His works - with their realism and theatrical emotion - show the influence of the School of Fontainebleau, Michelangelo and Italian Mannerism. Much of Pilon's work was on funerary monuments, especially the Valois Chapel at the Saint Denis Basilica designed by Francesco Primaticcio (never completed).

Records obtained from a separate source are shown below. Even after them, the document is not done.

def _complete_holes(t: np.ndarray, g: np.ndarray, holes: np.ndarray, order: int, per: int = 1) -> np.ndarray:
    """Complete each template's holes with a harmonic series fitted to its other bins; return where that failed.

    The artifact is a smooth periodic waveform (a sinusoid and a few
    harmonics; a DAC's held values sample it), so the phases lost to clipping
    are read from the series that the rest of the cycle fixes: weighted least
    squares (weights ``g``, the bins' summed squared gains, i.e. their
    inverse noise variances up to a factor) of a constant and ``order``
    harmonics of the stimulation (multiples of ``per`` on rows of ``per``
    cycles; fewer only where the bins per row cannot hold that many). A
    row is left as it was, its holes returned as failed, when its fitted
    bins are fewer than the series needs plus two (a shorter series would
    be biased), or when its completed values would be more than
    :data:`_COMPLETE_GAIN` times noisier (in variance) than a typical
    fitted bin, from the fit's covariance.

    ``t`` (n_ch, n_groups, n_bins) is changed in place.
    """
    n_bins = t.shape[-1]
    failed = np.zeros(holes.shape, dtype=bool)
    top = max(0, min(int(order), (n_bins // 2 - 1) // max(per, 1)))
    if top < 1:
        failed[...] = holes
        return failed
    ph = 2 * np.pi * (np.arange(n_bins) + 0.5) / n_bins
    basis = np.column_stack([np.ones(n_bins)] + [fn(k * per * ph) for k in range(1, top + 1) for fn in (np.cos, np.sin)])
    for ch, row in zip(*np.nonzero(holes.any(axis=-1))):
        ok = ~holes[ch, row]
        if int(ok.sum()) < 2 * top + 3:
            # fewer bins than the waveform's harmonics need: a shorter series would be biased
            failed[ch, row] = holes[ch, row]
            continue
        sw = np.sqrt(g[ch, row, ok])
        a = basis[ok] * sw[:, None]
        coef, *_ = np.linalg.lstsq(a, t[ch, row, ok] * sw, rcond=None)
        cov = np.linalg.pinv(a.T @ a)
        gap = basis[~ok]
        spread = float(np.max(np.einsum("ij,jk,ik->i", gap, cov, gap))) * float(np.median(g[ch, row, ok]))
        if spread > _COMPLETE_GAIN:
            failed[ch, row] = holes[ch, row]
            continue
        t[ch, row, ~ok] = gap @ coef
    return failed


def _rail_samples(xb: np.ndarray, wb: np.ndarray, censored: np.ndarray):
    """Lost samples at a channel's rails outside ``censored``: (mask, at the upper rail, rail values), or None.

    A sample is at a rail when it is lost and holds its channel's rail
    (:func:`artifactclean.clipping.find_rails`: the extreme that recurs in
    runs). The clipping finder also marks one sample beside each run, and
    non-finite samples are lost as zeros: those stay plain lost samples.
    """
    lost = wb == 0
    top, bottom = find_rails(xb)
    hi = lost & (xb == top[:, None])
    lo = lost & (xb == bottom[:, None])
    at = (hi | lo) & ~censored
    if not at.any():
        return None
    return at, hi[at], xb[at].copy()
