"""One worker against two, and a dask cluster against local, as ratios from one run.

* an array (``--channels`` x ``--seconds`` at 30 kHz, 20 Hz with harmonics and
  modulation): ``clean(workers=1)`` against ``clean(workers=2)``, best of
  ``--repeat``; the outputs must be equal;
* an Open Ephys binary file of the same: ``clean_recording`` with 1 and 2
  worker threads, and on a ``dask.distributed.LocalCluster`` of 2 worker
  processes (skipped without dask); the ``.dat`` files must be equal;
* the machine's own ceiling, timed in turns with the array runs: a compiled
  loop with no serial part and no memory traffic, twice on one thread
  against once on each of two (skipped without numba). On a virtual machine
  whose two cores share a host this is below 2, and the most any cleaning
  can gain from a second worker at that moment.

    python benchmarks/workers.py [--channels 16] [--seconds 20] [--repeat 3]
"""

from __future__ import annotations

import argparse
import tempfile
import time
import warnings
from pathlib import Path

import numpy as np


def best_in_turns(fns, repeat: int):
    """Best time of each function in ``fns``, run in turns ``repeat`` times, and their last outputs.

    Alternating keeps every run under the same load on a shared machine (run
    back to back, one worker's times drifted 1.5-3.4 s within one run while
    the other core's load changed).
    """
    times, outs = [[] for _ in fns], [None] * len(fns)
    for _ in range(repeat):
        for k, fn in enumerate(fns):
            t0 = time.perf_counter()
            outs[k] = fn()
            times[k].append(time.perf_counter() - t0)
    return [min(t) for t in times], outs


def best_pair(fn1, fn2, repeat: int):
    """:func:`best_in_turns` of two functions: both best times, then both outputs."""
    (t1, t2), (y1, y2) = best_in_turns((fn1, fn2), repeat)
    return t1, t2, y1, y2


def ceiling_loops(seconds: float = 0.5):
    """Two runs of a compute-bound compiled loop, on one thread and on two (None without numba).

    The loop has no serial part and no memory traffic: the ratio of the two
    times is what this machine gives to a second thread at that moment (on a
    virtual machine whose cores share a host, less than 2).
    """
    try:
        import numba
    except ImportError:
        return None
    from concurrent.futures import ThreadPoolExecutor

    @numba.njit(nogil=True, cache=False)
    def spin(n):
        s = 0.0
        for i in range(n):
            s += np.sin(i * 1e-3)
        return s

    spin(10)  # compile outside the timing
    t0 = time.perf_counter()
    spin(1_000_000)
    n = max(1_000_000, int(seconds / max(time.perf_counter() - t0, 1e-6) * 1_000_000))
    pool = ThreadPoolExecutor(max_workers=2)
    return (lambda: (spin(n), spin(n))), (lambda: list(pool.map(spin, (n, n))))


def main(argv=None) -> dict:
    from artifactclean import clean
    from artifactclean.demo_files import write_openephys_binary
    from artifactclean.io import open_recording
    from artifactclean.io.pipeline import clean_recording
    from artifactclean.synthetic import ArtifactSpec, BlockSpec, NeuralSpec, simulate_recording

    ap = argparse.ArgumentParser(description=__doc__.splitlines()[0])
    ap.add_argument("--channels", type=int, default=16)
    ap.add_argument("--seconds", type=float, default=20.0)
    ap.add_argument("--repeat", type=int, default=3)
    ap.add_argument("--method", default="template")
    args = ap.parse_args(argv)
    warnings.simplefilter("ignore")
    rec = simulate_recording(args.seconds, n_channels=args.channels,
                             artifact=ArtifactSpec(freq_hz=20.0, heart_depth=0.02, resp_depth=0.01, drift_ppm=40.0),
                             neural=NeuralSpec(units=[]), blocks=[BlockSpec(1.0, args.seconds - 1.0, ramp_s=1.0)],
                             seed=3)
    x = rec.data
    clean(x[:2, : int(5 * rec.fs)], rec.fs, method=args.method)  # compile the kernels outside the timing
    runs = [lambda: clean(x, rec.fs, method=args.method, workers=1),
            lambda: clean(x, rec.fs, method=args.method, workers=2)]
    loops = ceiling_loops(0.05 * args.seconds * args.channels / 16)  # a pair about as long as a run
    # the machine's ceiling in turns with the array runs: the same load for both
    times, (y1, y2, *_) = best_in_turns(runs + list(loops or ()), args.repeat)
    res = dict(array=dict(one=times[0], two=times[1], equal=bool(np.array_equal(y1, y2))),
               ceiling=None if loops is None else times[2] / times[3])
    with tempfile.TemporaryDirectory() as tmp:
        tmp = Path(tmp)
        fs = rec.fs
        root = write_openephys_binary(tmp / "rec", x, fs)
        x = y1 = y2 = rec = None  # free the array before the file runs

        def run(out, **kw):
            return lambda: clean_recording(open_recording(root), tmp / out, method=args.method, force=True, **kw)

        f1, f2, _, _ = best_pair(run("one.dat"), run("two.dat", workers=2), args.repeat)
        res["file"] = dict(one=f1, two=f2, equal=(tmp / "one.dat").read_bytes() == (tmp / "two.dat").read_bytes())
        try:
            from dask.distributed import Client, LocalCluster
        except ImportError:
            res["dask"] = None
        else:
            with LocalCluster(n_workers=2, threads_per_worker=1, processes=True, dashboard_address=None) as lc, \
                    Client(lc) as client:
                run("dask.dat", cluster=client)()  # workers import and compile once
                f1d, fd, _, _ = best_pair(run("one.dat"), run("dask.dat", cluster=client), args.repeat)
            res["dask"] = dict(one=f1d, seconds=fd,
                               equal=(tmp / "one.dat").read_bytes() == (tmp / "dask.dat").read_bytes())
    print(f"{args.channels} channels x {args.seconds:g} s at 30 kHz, {args.method!r}, best of {args.repeat} in turns")
    print(f"{'run':<34} {'speed-up vs 1 worker':>21} {'same output':>12}")
    print(f"{'array, 2 worker threads':<34} {res['array']['one'] / res['array']['two']:>21.2f} "
          f"{str(res['array']['equal']):>12}")
    print(f"{'file, 2 worker threads':<34} {res['file']['one'] / res['file']['two']:>21.2f} "
          f"{str(res['file']['equal']):>12}")
    if res["dask"] is not None:
        print(f"{'file, dask LocalCluster 2 procs':<34} {res['dask']['one'] / res['dask']['seconds']:>21.2f} "
              f"{str(res['dask']['equal']):>12}")
    if res["ceiling"] is not None:
        print(f"{'compiled loop, 2 threads (ceiling)':<34} {res['ceiling']:>21.2f} {'-':>12}")
    return res


if __name__ == "__main__":
    main()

He was the favorite sculptor of queen Catherine de' Medici.

Works

Pilon's most famous works include:

Eight subsidiary statues for the Tomb of Francis I (contracted with Philibert de l'Orme, 1558).
Monument containing the heart of Henry II of France (1561-1562) Louvre - made in collaboration with Domenico del Barbieri (who designed the pedestal), Pilon was responsible for the eloquent sculpture of the Three Graces, executed from a single block of marble.[3]
Tomb of Henry II and Catherine de' Medici (1561-1573) Abbey Church of Saint Denis Basilica - Pilon was responsible for the kneeling bronze figures on top of this monument (depicting the king and queen alive and praying) the moving and realistic recumbent figures of the queen and king in death at the center and the four Virtues at the corners of the monument, the construction of which was supervised by Francesco Primaticcio (who sculpted the four corner figures). (Catherine de' Medici is reported to have fainted at the sight of these figures.)
Effigies of Henry II and Catherine de' Medici in coronation dress (1583) Abbey Church of Saint Denis Basilica - this later pair lacks the emotional intensity of the previous work
Resurrection of Christ and recumbent figures of the guardians of the tomb, reunited in 1933 at the Musée du Louvre.
Virgin of Pity (c.1585) (terra cotta) Louvre
Tomb of Valentine Balbiani (1574) Louvre
Descent from the Cross (1580-1585) (Bronze bas-relief) Louvre
Three Fates (Hôtel de Cluny, Paris).

Notes

^ In 1583 he said he was "forty-six or thereabouts" (Babelon 1927:33).
^ Babelon 1927.
^ Victoria L. Goldberg, "Graces, Muses, and Arts: The Urns of Henry II and Francis I" Journal of the Warburg and Courtauld Institutes 29 (1966), pp. 206-218.

Further reading

Babelon, J. Germain Pilon (Paris) 1927.